AnnaHindrer · 13/04/2018 15:09

It’s a shame OP hasn’t been back to answer the question of boarding or day. Personally I’m leaning much more towards school B. Forget about the friends aspect, he’ll meet new friends at the new school and everyone will be new. He can also meet up with all his old friends during the hols and with social media they’re always online to each other anyway. If school B is one of the top public schools I’m thinking of, it’s a complete no brainer. Except if school A is a day school and therein lies the dilemma, to board or not to?

Also, what are his extra curriculars? Is he sporty, musical, arty? Which school supports his extra curricular’s best.

Hillarious · 13/04/2018 15:59

BarbarianMum - but just think how utterly miserable my friend's son was that his very sensible parents felt it necessary to give up a funded place at a private school so he could go to the local comp.

perfectstorm · 13/04/2018 23:58

I imagine as op’s boy is at a prep with 2 options, with the less academic one being where most of his prep friends are going. It’s safe to assume her choice is between 2 private schools and not academic private school vs comp.

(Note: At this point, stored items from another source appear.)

import { describe, expect, it } from 'vitest';
import { fillPressureForMuzzleSpeed, type LauncherCalibration } from '$lib/physics';
import { solveSetup, type SetupProblem } from './solve';

// A 25 mm hail launcher and ice ball like the demo lab's H1 (invented figures).
const rig = { reservoirM3: 2e-3, deadM3: 0.05e-3, boreDiameterM: 0.0254, travelM: 1.2, ratedPressurePa: 8e5 };
const projectile = { massKg: 7.53e-3, diameterM: 0.025 };

function model(overrides: Partial<LauncherCalibration['parameters']> = {}): LauncherCalibration {
	return {
		parameters: { efficiency: 0.6, pressureSlope: 0, pRefPa: 2e5, lossN: 0, dragCoefficient: 0.47, elevationBiasDeg: 0, ...overrides },
		fitted: [],
		identifiable: [],
		covariance: [],
		fillPressureRangePa: { min: 0, max: Infinity }
	};
}

function problem(plan: SetupProblem['plan'], calibration = model()): SetupProblem {
	return {
		calibration,
		rig,
		projectile,
		plan,
		range: { launchHeightM: 1.2, aimHeightM: 1.2, azimuthDeg: 0, airDensityKgM3: 1.225, ambientPa: 101_325, wind: { xMps: 0, zMps: 0 } }
	};
}

describe('solveSetup', () => {
	it('at the muzzle: the closed-form fill pressure of internal.ts, and an elevation that hits the aim point', () => {
		const r = solveSetup(problem({ speedAt: 'muzzle', requiredSpeedMps: 23, targetDistanceM: 5 }));
		expect(r.ok).toBe(true);
		if (!r.ok) return;
		const closed = fillPressureForMuzzleSpeed({ ...rig, ...projectile, ambientPa: 101_325, efficiency: 0.6 }, 23);
		if (!closed.ok) throw new Error(closed.reason);
		expect(r.fillGaugePa).toBeCloseTo(closed.fillGaugePa, 3);
		expect(r.prediction.muzzleSpeedMps).toBeCloseTo(23, 6);
		expect(Math.abs(r.prediction.impact.heightM)).toBeLessThan(1e-6);
		expect(r.marginPa).toBeCloseTo(8e5 - r.fillGaugePa, 6);
		expect(r.elevationDeg).toBeGreaterThan(0);
		expect(r.trajectory.at(-1)!.downrangeM).toBeCloseTo(5, 9);
	});

	it('at the target: the speed at the plane is the required one and the shot is on the aim point', () => {
		const r = solveSetup(problem({ speedAt: 'target', requiredSpeedMps: 23, targetDistanceM: 5 }));
		expect(r.ok).toBe(true);
		if (!r.ok) return;
		expect(r.prediction.impact.reached).toBe(true);
		expect(r.prediction.impact.speedMps).toBeCloseTo(23, 5);
		expect(r.prediction.muzzleSpeedMps).toBeGreaterThan(23);
		expect(Math.abs(r.prediction.impact.heightM)).toBeLessThan(1e-5);
	});

	it('sets the elevation less the calibrated bias, so the biased rig still hits the aim point', () => {
		const plain = solveSetup(problem({ speedAt: 'target', requiredSpeedMps: 23, targetDistanceM: 5 }));
		const biased = solveSetup(problem({ speedAt: 'target', requiredSpeedMps: 23, targetDistanceM: 5 }, model({ elevationBiasDeg: 0.2 })));
		if (!plain.ok || !biased.ok) throw new Error('not solved');
		expect(biased.elevationDeg).toBeCloseTo(plain.elevationDeg - 0.2, 5);
		expect(Math.abs(biased.prediction.impact.heightM)).toBeLessThan(1e-5);
	});

	it('follows a calibrated pressure slope η(p) = η0 + η1 (p − p_ref)/p_ref', () => {
		const sloped = solveSetup(problem({ speedAt: 'muzzle', requiredSpeedMps: 30, targetDistanceM: 5 }, model({ pressureSlope: -0.1, pRefPa: 2e5 })));
		if (!sloped.ok) throw new Error(sloped.reason);
		expect(sloped.prediction.muzzleSpeedMps).toBeCloseTo(30, 6);
		expect(sloped.prediction.efficiency).toBeCloseTo(0.6 - (0.1 * (sloped.fillGaugePa - 2e5)) / 2e5, 12);
	});

	it('refuses a speed that needs more than the rated working pressure, and says what the rating gives', () => {
		const r = solveSetup(problem({ speedAt: 'target', requiredSpeedMps: 400, targetDistanceM: 5 }));
		expect(r.ok).toBe(false);
		if (r.ok) return;
		expect(r.code).toBe('above-rated-pressure');
		expect(r.reason).toMatch(/rated working pressure/);
		expect(r.speedAtRatedMps).toBeGreaterThan(20);
		expect(r.speedAtRatedMps).toBeLessThan(400);
	});

	it('refuses a target the shot cannot reach at any elevation', () => {
		const r = solveSetup(problem({ speedAt: 'muzzle', requiredSpeedMps: 5, targetDistanceM: 50 }));
		expect(r.ok).toBe(false);
		if (!r.ok) expect(r.code).toBe('no-elevation');
	});
});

Quite. OP gave two options, both sounding good schools, but one sounding exceptionally academic (and therefore pressured, in all likelihood). Somehow, that's been translated into top independent, or sink comp. Which is a completely different question, and on more than one basis.

BarbarianMum · 14/04/2018 10:24

And what was the cause if so much misery Hillarious? Was he being beaten? Bullied? I would never say "never move a child" but it's hard to inagine what could reasonably cause such misery with no hope of turning things round so quickly.

Oakmaiden · 14/04/2018 10:32

My daughter chose. There were two schools locally - both very good. One more academic than the other. Knowing my daughter, I was confident she would achieve equally well in either school - that being the case the differences are mostly in facilities and in the people. She knew what the facilities are, she knew which of her friends were going where - so I let her choose.

If you think your child will do well in either school, then let him choose. If you think he will do better in one than the other then you choose. But think about your child's own abilities and aptitudes. Don't just say "X is an excellent school and therefore will suit him better" because that might not be the case.

hibbledibble · 14/04/2018 10:51

Op I would let him choose.

Both are good schools, and from the sounds of it he will do well at either one.

I have personal experience of going to a school which sat in the top 10 in the country academically. It had excellent results, but achieved this in a rather dubious fashion. This included hothousing, and asking anyone whose results were not likely to be good, to leave. Pastoral care was non-existent, as all they cared about was academic results. It's also quite easy for a sought after school to get good results, as they choose the brightest children via entrance exams.